EXERCISE BRIEF —
When you reach the line containing "expect(err).toBe('');", include it and stop; until then, return each line of the material exactly, starting with the first.

++++ EXERCISE MATERIAL ++++

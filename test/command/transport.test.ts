import { describe, expect, it } from 'vitest';
import type { CheckReport } from '../../physics/check-by-transport/index.js';
import { sampleJson } from '../physics/sample-case.js';
import { runCommand } from './run-command.js';

const text = JSON.stringify(sampleJson);
/** One worker unless told otherwise: a thread that runs from source takes a second to start. */
const answered = (...words: string[]) =>
  runCommand(['transport', 'x.json', '--workers', '1', ...words], { 'x.json': text });

/** An answer with everything but the speed, which no two runs share. */
const bits = (out: string): CheckReport => ({ ...JSON.parse(out), photonsPerSecond: null });

describe('stratabeam transport', () => {
  it('gives every part of the answer that programs rely on', async () => {
    const { out, err } = await answered('--photons', '2e4', '--json');
    expect(err).toBe('');
    const answer: CheckReport & { version: string } = JSON.parse(out);
    expect(answer).toMatchObject({
      technique: 'Current',
      size: 'as drawn',
      photons: 20_000,
      seed: 1,
    });
    for (const { value, standardError } of [answer.spr, answer.backscatterFactor]) {
      expect(value).toBeGreaterThan(1);
      expect(standardError).toBeGreaterThan(0);
      expect(standardError).toBeLessThan(0.1 * value);
    }
    expect(answer.scatterFraction).toBeCloseTo(answer.spr.value / (1 + answer.spr.value), 12);
    const { sum, ...shares } = answer.energyBalance;
    expect(Object.keys(shares)).toEqual([
      'absorbed',
      'escapedEntrance',
      'escapedSide',
      'transmittedPrimary',
      'transmittedScatter',
    ]);
    expect(sum).toBeCloseTo(1, 9);
    expect(answer.layers).toHaveLength(1);
    expect(answer.layers[0]).toMatchObject({ layer: 'water' });
    expect(answer.layers[0].absorbedDose_mGy_per_mGyIncident).toBeGreaterThan(0.1);
    expect(answer.layers[0].energyPerPhoton_keV).toBeGreaterThan(10);
    expect(answer.layers[0].standardError).toBeGreaterThan(0);
    expect(answer.estimate.spr).toBeGreaterThan(1);
    expect(answer.photonsPerSecond).toBeGreaterThan(1000);
    expect(answer.version).toMatch(/^\d/);
  });

  it('gives the same bits with one worker and with two', async () => {
    const flown = (workers: string) =>
      answered('--photons', '4000', '--seed', '7', '--workers', workers, '--json');
    const [one, two] = await Promise.all([flown('1'), flown('2')]);
    expect(bits(two.out)).toEqual(bits(one.out));
  });

  it('flies the technique and size it is told', async () => {
    const { out } = await answered('--photons', '1000', '--technique', 'Proposed', '--json');
    expect(JSON.parse(out)).toMatchObject({
      technique: 'Proposed',
      setting: '70 kV, 0.3 Cu, grid in',
    });
  });

  it('shows people the values, a verdict each, and where the energy went', async () => {
    const { out } = await answered('--photons', '2e4');
    for (const part of [
      /^Water with iodine \(invented\)\ncase [0-9a-f]{64}, Stratabeam \d/,
      /\nCurrent, 80 kV, no filter, grid in, size as drawn\n20000 photons, seed 1, \d+ photons\/s\n/,
      /\nscatter to primary, behind grid +(agrees within|not yet decided|differs by)/,
      /\nabsorbed dose, central column, water +transport alone +mGy +–/,
      /± 1 s\.e\. +difference % +s\.e\.s +to decide\n/,
      /\nA verdict falls once 2 s\.e\. fit into the stated accuracy: /,
      /\nfound again +100\.000\n/,
    ]) {
      expect(out).toMatch(part);
    }
  });

  it('gives one CSV line a quantity', async () => {
    const { out } = await answered('--photons', '1000', '--csv');
    const [heading, ...lines] = out.trimEnd().split('\n');
    expect(heading).toMatch(/^technique,size,photons,seed,quantity,layer,unit,estimate,transport,/);
    expect(lines.map((line) => line.split(',')[4])).toEqual([
      'spr',
      'sprBehindGrid',
      'scatterFraction',
      'backscatterFactor',
      'energyImparted',
      'layerAbsorbedDose',
      'columnAbsorbedDose',
    ]);
  });

  it('tells how far it has come where someone looks, and clears the line', async () => {
    const lines: string[] = [];
    const { run } = await import('../../components/command/run.js');
    await run(['transport', 'x.json', '--photons', '40000', '--workers', '1'], {
      out: () => undefined,
      err: () => undefined,
      readFile: () => text,
      progress: (line) => lines.push(line),
    });
    expect(lines.length).toBeGreaterThan(1);
    expect(lines[0]).toMatch(/ of 40 thousand photons/);
    expect(lines.at(-1)).toBe('');
  });

  it.each([
    ['--photons', '10', /^--photons: "10": must be a number, 1000 to/],
    ['--photons', '1000.5', /^--photons: "1000.5": must be a whole number; /],
    ['--seed', '-1', /^--seed: "-1": must be a number, 0 to/],
    [
      '--technique',
      'Curent',
      /^--technique: "Curent": must be one of Current, Proposed; did you mean "Current"\?\n$/,
    ],
    ['--size', 'huge', /^--size: "huge": must be one of as drawn; choose one of them\n$/],
  ])('refuses %s %s in one clear line', async (option, value, line) => {
    const { code, out, err } = await answered(option, value);
    expect({ code, out }).toEqual({ code: 2, out: '' });
    expect(err).toMatch(line);
  });

  it('refuses a beam it has no tables for', async () => {
    const source = {
      kind: 'lines',
      lines: [
        [1173.2, 1],
        [1332.5, 1],
      ],
    };
    const room = { ...sampleJson.room, source, grid: null };
    const { code, err } = await runCommand(['transport', 'x.json', '--workers', '1'], {
      'x.json': JSON.stringify({ ...sampleJson, room }),
    });
    expect(code).toBe(2);
    expect(err).toMatch(/1173\.2 keV/);
  });
});
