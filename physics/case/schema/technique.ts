import { z } from 'zod';
import { d, fileName, name, positive, potential_kV } from './common.js';

export const modeSchema = z.enum(['radiography', 'fluoroscopy', 'subtraction']);

export const fixedSchema = z.union([
  z.literal('shortest'),
  z.strictObject({ exposureTime_ms: positive.describe('Exposure time of one frame, ms.') }),
  z.strictObject({ tubeCurrent_mA: positive.describe('Tube current, mA.') }),
]);

const acquisition = d.technique.acquisition;
export const acquisitionSchema = z.strictObject({
  mode: modeSchema.default(acquisition.mode).describe('Mode in which the room runs.'),
  frames: z.int().min(1).max(100000).default(acquisition.frames).describe('Images of one run.'),
  frameRate_per_s: z
    .number()
    .positive()
    .max(1000)
    .default(acquisition.frameRate_per_s)
    .describe('Frames per second.'),
  maskFrames: z
    .int()
    .min(0)
    .max(10000)
    .default(acquisition.maskFrames)
    .describe('Frames averaged into the mask; at least 1 in subtraction, where 1 is the default.'),
  fixed: fixedSchema
    .default(acquisition.fixed)
    .describe(
      'How the tube load of a frame is split: at a fixed exposure time, at a fixed tube current, or in the shortest time the tube allows.',
    ),
});

export const curveRowSchema = z.strictObject({
  thickness_mm: positive.describe('Patient thickness, mm.'),
  potential_kV: potential_kV.describe('Tube potential at that thickness, kV.'),
  tubeCurrent_mA: positive.describe('Tube current, mA.'),
  exposureTime_ms: positive.describe('Exposure time of one frame, ms.'),
  filter: name.describe('Filter, one of room.filters.'),
});

export const controlSchema = z.union([
  z.strictObject({
    detectorAirKerma_uGy: positive.describe(
      'Holds detector air kerma per frame, µGy: primary and scatter, behind the grid, before the detector cover, field centre.',
    ),
  }),
  z.strictObject({
    detectorSignal: z
      .number()
      .positive()
      .max(1e30)
      .describe(
        'Holds detector signal per frame at the field centre: keV absorbed per mm², or counts per mm² where the detector counts.',
      ),
  }),
  z.strictObject({
    incidentAirKerma_mGy: positive.describe('Holds incident air kerma per frame, mGy.'),
  }),
  z.strictObject({ tubeLoad_mAs: positive.describe('Holds tube load per frame, mAs.') }),
  z.strictObject({
    curve: fileName.describe(
      "CSV file beside the case with the control's measured curve: thickness_mm, potential_kV, tubeCurrent_mA, exposureTime_ms, filter.",
    ),
    rows: z
      .array(curveRowSchema)
      .max(10000)
      .optional()
      .describe('Rows of the curve, ascending in thickness; read from the file where left out.'),
  }),
]);

export const techniqueSchema = z.strictObject({
  name: name.describe('Name of the technique, unlike every other.'),
  potential_kV: potential_kV.describe('Tube potential, kV.'),
  filter: name.default(d.technique.filter).describe('Added filter, one of room.filters.'),
  grid: z
    .enum(['in', 'out'])
    .default(d.technique.grid)
    .describe('Whether the grid is in the beam; out by default in a room without one.'),
  acquisition: acquisitionSchema.prefault({}).describe('How frames are taken.'),
  control: controlSchema.describe(
    'What the exposure control holds as patients differ, or its curve.',
  ),
});
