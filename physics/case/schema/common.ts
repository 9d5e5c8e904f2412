import { z } from 'zod';
import { defaults } from '../defaults.js';

/** Values that many parts of a case hold. */

type Writable<T> = T extends object ? { -readonly [K in keyof T]: Writable<T[K]> } : T;

/** The defaults, typed so that zod takes their lists. */
export const d = defaults as Writable<typeof defaults>;

/** Text that prints as it reads: no control characters, no marks that reverse its direction. */
const printable = /^(?!\s*$)[^\p{Cc}\u2028-\u202e\u2066-\u2069]+$/u;
export const name = z.string().min(1).max(200).regex(printable);
export const materialName = name;
export const fileName = z.string().min(1).max(200).regex(printable);
export const remark = z.string().max(2000);
export const positive = z.number().positive().max(1e6);
export const nonNegative = z.number().min(0).max(1e6);
export const fraction = z.number().min(0).max(1);
/** The tube model's range (see physics/beam). */
export const potential_kV = z.number().min(20).max(150);
/** From the tube model's lowest energy to the end of the attenuation tables. */
export const energy_keV = z.number().min(5).max(20000);
export const range = z.strictObject({
  min: nonNegative.describe('Least value.'),
  max: positive.describe('Greatest value.'),
});

export const slab = z.strictObject({
  material: materialName.describe("Built-in material, element or one of the case's materials."),
  thickness_mm: z.number().min(0).max(1000).describe('Thickness along the beam, mm.'),
});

++++

EXERCISE SOLUTION —
filename test/command/transport.test.ts
import { describe, expect, it } from 'vitest';
import type { CheckReport } from '../../physics/check-by-transport/index.js';
import { sampleJson } from '../physics/sample-case.js';
import { runCommand } from './run-command.js';

const text = JSON.stringify(sampleJson);
/** One worker unless told otherwise: a thread that runs from source takes a second to start. */
const answered = (...words: string[]) =>
  runCommand(['transport', 'x.json', '--workers', '1', ...words], { 'x.json': text });

/** An answer with everything but the speed, which no two runs share. */
const bits = (out: string): CheckReport => ({ ...JSON.parse(out), photonsPerSecond: null });

describe('stratabeam transport', () => {
  it('gives every part of the answer that programs rely on', async () => {
    const { out, err } = await answered('--photons', '2e4', '--json');
    expect(err).toBe('');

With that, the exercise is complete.